In this week’s newsletter, we are focusing on preparing the language curriculum of the classroom for early readers and writers. We will also suggest ways to add both gross motor and fine motor exercises to promote learning through movement and tactile experiences.
Early Writing and Writing Practice
Are your children home for the summer? Do you want to promote writing practice and stay true to what they are learning in their Montessori environment? Or do you run a summer program and want to give your language area a few new works?
Whatever your needs may be, there are many different Montessori language works you can introduce to your children this summer.
A favorite work of the Montessori classroom are the Metal Insets. The Metal Insets are a series of metal shapes that match the shapes of the letters of the alphabet. When using the metal inlay and frame, the child practices the fine motor movements and motions they need to use when forming letters. In the classroom, the teacher demonstrates the motion of each shape and uses the proper pincer grip to guide the child toward future success with the work. Children are often drawn to this work because of its color and tactile interest of the Metal Insets. Add some new interest to the work with an assortment of colored papers you can place in the Metal Inset paper stacking set.
After a child practices tracing a shape with the metal insets, guide them to the Pin Punching work. This next step in fine motor practice helps the child use small, focused movements to punch out the shape they previously traced.
This week’s worksheet includes the outline of each of the metal inset shapes, allowing individuals to practice this work with the pin punching set even when they are away from the classroom.

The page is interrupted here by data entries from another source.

/**
 * Natural logarithm and ln(1 + x): x = 2^k·(1 + f), √½ < 1 + f < √2, s = f/(2 + f), ln(1 + f) = 2s + s·R(s²).
 * Coefficients: fdlibm 5.3, e_log.c and s_log1p.c, © 1993 Sun Microsystems, freely usable with this notice preserved.
 */
import { highWord, powerOfTwo, withHighWord } from './float-bits'

const LN2_HIGH = 6.93147180369123816490e-01
const LN2_LOW = 1.90821492927058770002e-10
const TWO_54 = 18014398509481984
const L1 = 6.666666666666735130e-01
const L2 = 3.999999999940941908e-01
const L3 = 2.857142874366239149e-01
const L4 = 2.222219843214978396e-01
const L5 = 1.818357216161805012e-01
const L6 = 1.531383769920937332e-01
const L7 = 1.479819860511658591e-01

/** R(s²) of the series above. */
function remainder(s: number): number {
  const z = s * s
  const w = z * z
  return w * (L2 + w * (L4 + w * L6)) + z * (L1 + w * (L3 + w * (L5 + w * L7)))
}

/**
 * Natural logarithm.
 * @param x any double.
 * @returns ln x within 1 ulp; −Infinity at 0, Infinity at Infinity; NaN below 0 and for NaN.
 * Source: fdlibm 5.3 (Sun Microsystems 1993), e_log.c.
 */
export function log(x: number): number {
  if (x === 0) return -Infinity
  if (!(x > 0)) return NaN
  if (x === Infinity) return x
  if (x < 2.2250738585072014e-308) return logNormal(x * TWO_54, -54)
  return logNormal(x, 0)
}

/** ln x + already·ln 2 for a normal positive x; the sum with 0x95F64 carries into the exponent where the significand exceeds √2. */
function logNormal(x: number, already: number): number {
  const high = highWord(x)
  const exponent = ((high + 0x95F64) >> 20) - 1023
  const k = exponent + already
  const f = x * powerOfTwo(-exponent) - 1
  if (f === 0) return k * LN2_HIGH + k * LN2_LOW
  const s = f / (2 + f)
  const half = 0.5 * f * f
  return k * LN2_HIGH - ((half - (s * (half + remainder(s)) + k * LN2_LOW)) - f)
}

/**
 * ln(1 + x) without loss of figures near 0.
 * @param x above −1.
 * @returns ln(1 + x) within 1 ulp; −Infinity at −1; x itself at ±0; NaN below −1 and for NaN.
 * Source: fdlibm 5.3 (Sun Microsystems 1993), s_log1p.c.
 */
export function log1p(x: number): number {
  if (!(x > -1)) return x === -1 ? -Infinity : NaN
  if (x === Infinity) return x
  if (x < 5.551115123125783e-17 && x > -5.551115123125783e-17) return x
  if (x > -0.2929 && x < 0.41422) {
    const half = 0.5 * x * x
    const s = x / (2 + x)
    return x - (half - s * (half + remainder(s)))
  }
  const u = 1 + x
  let high = highWord(u)
  let k = (high >> 20) - 1023
  const lost = (k > 0 ? 1 - (u - x) : x - (u - 1)) / u
  high &= 0x000FFFFF
  const isLowerHalf = high < 0x6A09E
  const f = withHighWord(u, isLowerHalf ? high | 0x3FF00000 : high | 0x3FE00000) - 1
  if (!isLowerHalf) k++
  if (f === 0) return k * LN2_HIGH + (lost + k * LN2_LOW)
  const half = 0.5 * f * f
  const s = f / (2 + f)
  return k * LN2_HIGH - ((half - (s * (half + remainder(s)) + (k * LN2_LOW + lost))) - f)
}
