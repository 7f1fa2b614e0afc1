/**
 * Exponential function and e^x − 1: x = k·ln 2 + r, |r| ≤ ½ ln 2, then a rational approximation in r.
 * Coefficients: fdlibm 5.3, e_exp.c and s_expm1.c, © 1993 Sun Microsystems, freely usable with this notice preserved.
 */
import { scaleByPowerOfTwo } from './float-bits'

const LN2_HIGH = 6.93147180369123816490e-01
const LN2_LOW = 1.90821492927058770002e-10
const INVERSE_LN2 = 1.44269504088896338700
const P1 = 1.66666666666666019037e-01
const P2 = -2.77777777770155933842e-03
const P3 = 6.61375632143793436117e-05
const P4 = -1.65339022054652515390e-06
const P5 = 4.13813679705723846039e-08
const OVERFLOW = 709.782712893384
const UNDERFLOW = -745.1332191019411
const HALF_LN2 = 0.34657359027997264

/**
 * Exponential function.
 * @param x any double.
 * @returns e^x within 1 ulp; Infinity above 709.78, 0 below −745.13; NaN for NaN.
 * Source: fdlibm 5.3 (Sun Microsystems 1993), e_exp.c.
 */
export function exp(x: number): number {
  if (x > OVERFLOW) return Infinity
  if (x < UNDERFLOW) return 0
  if (x <= HALF_LN2 && x >= -HALF_LN2) {
    const t = x * x
    const c = x - t * (P1 + t * (P2 + t * (P3 + t * (P4 + t * P5))))
    return 1 - ((x * c) / (c - 2) - x)
  }
  if (x !== x) return NaN
  const k = Math.floor(INVERSE_LN2 * x + 0.5)
  const high = x - k * LN2_HIGH
  const low = k * LN2_LOW
  const r = high - low
  const t = r * r
  const c = r - t * (P1 + t * (P2 + t * (P3 + t * (P4 + t * P5))))
  return scaleByPowerOfTwo(1 - ((low - (r * c) / (2 - c)) - high), k)
}

const Q1 = -3.33333333333331316428e-02
const Q2 = 1.58730158725481460165e-03
const Q3 = -7.93650757867487942473e-05
const Q4 = 4.00821782732936239552e-06
const Q5 = -2.01099218183624371326e-07

/**
 * e^x − 1 without loss of figures near 0.
 * @param x any double.
 * @returns e^x − 1 within 1 ulp; Infinity above 709.78, −1 far below; x itself at ±0; NaN for NaN.
 * Source: fdlibm 5.3 (Sun Microsystems 1993), s_expm1.c.
 */
export function expm1(x: number): number {
  if (x > OVERFLOW) return Infinity
  if (x < -38.816242) return -1
  if (x !== x) return NaN
  if (x < 5.551115123125783e-17 && x > -5.551115123125783e-17) return x
  const k = x <= HALF_LN2 && x >= -HALF_LN2 ? 0 : Math.floor(INVERSE_LN2 * x + 0.5)
  const high = x - k * LN2_HIGH
  const low = k * LN2_LOW
  const r = high - low
  const correction = (high - r) - low
  const half = 0.5 * r
  const square = r * half
  const r1 = 1 + square * (Q1 + square * (Q2 + square * (Q3 + square * (Q4 + square * Q5))))
  const t = 3 - r1 * half
  const e = square * ((r1 - t) / (6 - r * t))
  if (k === 0) return r - (r * e - square)
  return assembleExpm1(r, r * (e - correction) - correction - square, k)
}

/** 2^k·(1 + r − e) − 1, ordered so that nothing cancels. */
function assembleExpm1(r: number, e: number, k: number): number {
  if (k === -1) return 0.5 * (r - e) - 0.5
  if (k === 1) return r < -0.25 ? -2 * (e - (r + 0.5)) : 1 + 2 * (r - e)
  if (k <= -2 || k > 56) return scaleByPowerOfTwo(1 - (e - r), k) - 1
  const unit = scaleByPowerOfTwo(1, -k)
  if (k < 20) return scaleByPowerOfTwo((1 - unit) - (e - r), k)
  return scaleByPowerOfTwo((r - (e + unit)) + 1, k)
}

Introducing work that aids in vocabulary development is an important step of language development in a child. Pre-readers and early readers benefit greatly from learning the names of objects in their environment. Aid in this development by using objects that relate to items around the house. With one set of objects, you can do fun exercises such as iSpy and What’s Missing? Another activity is isolating the beginning sound of a word to aid in the development of phonemic awareness. No matter what early language work you are doing with your child, using a variety of objects will be a fun and enjoyable experience.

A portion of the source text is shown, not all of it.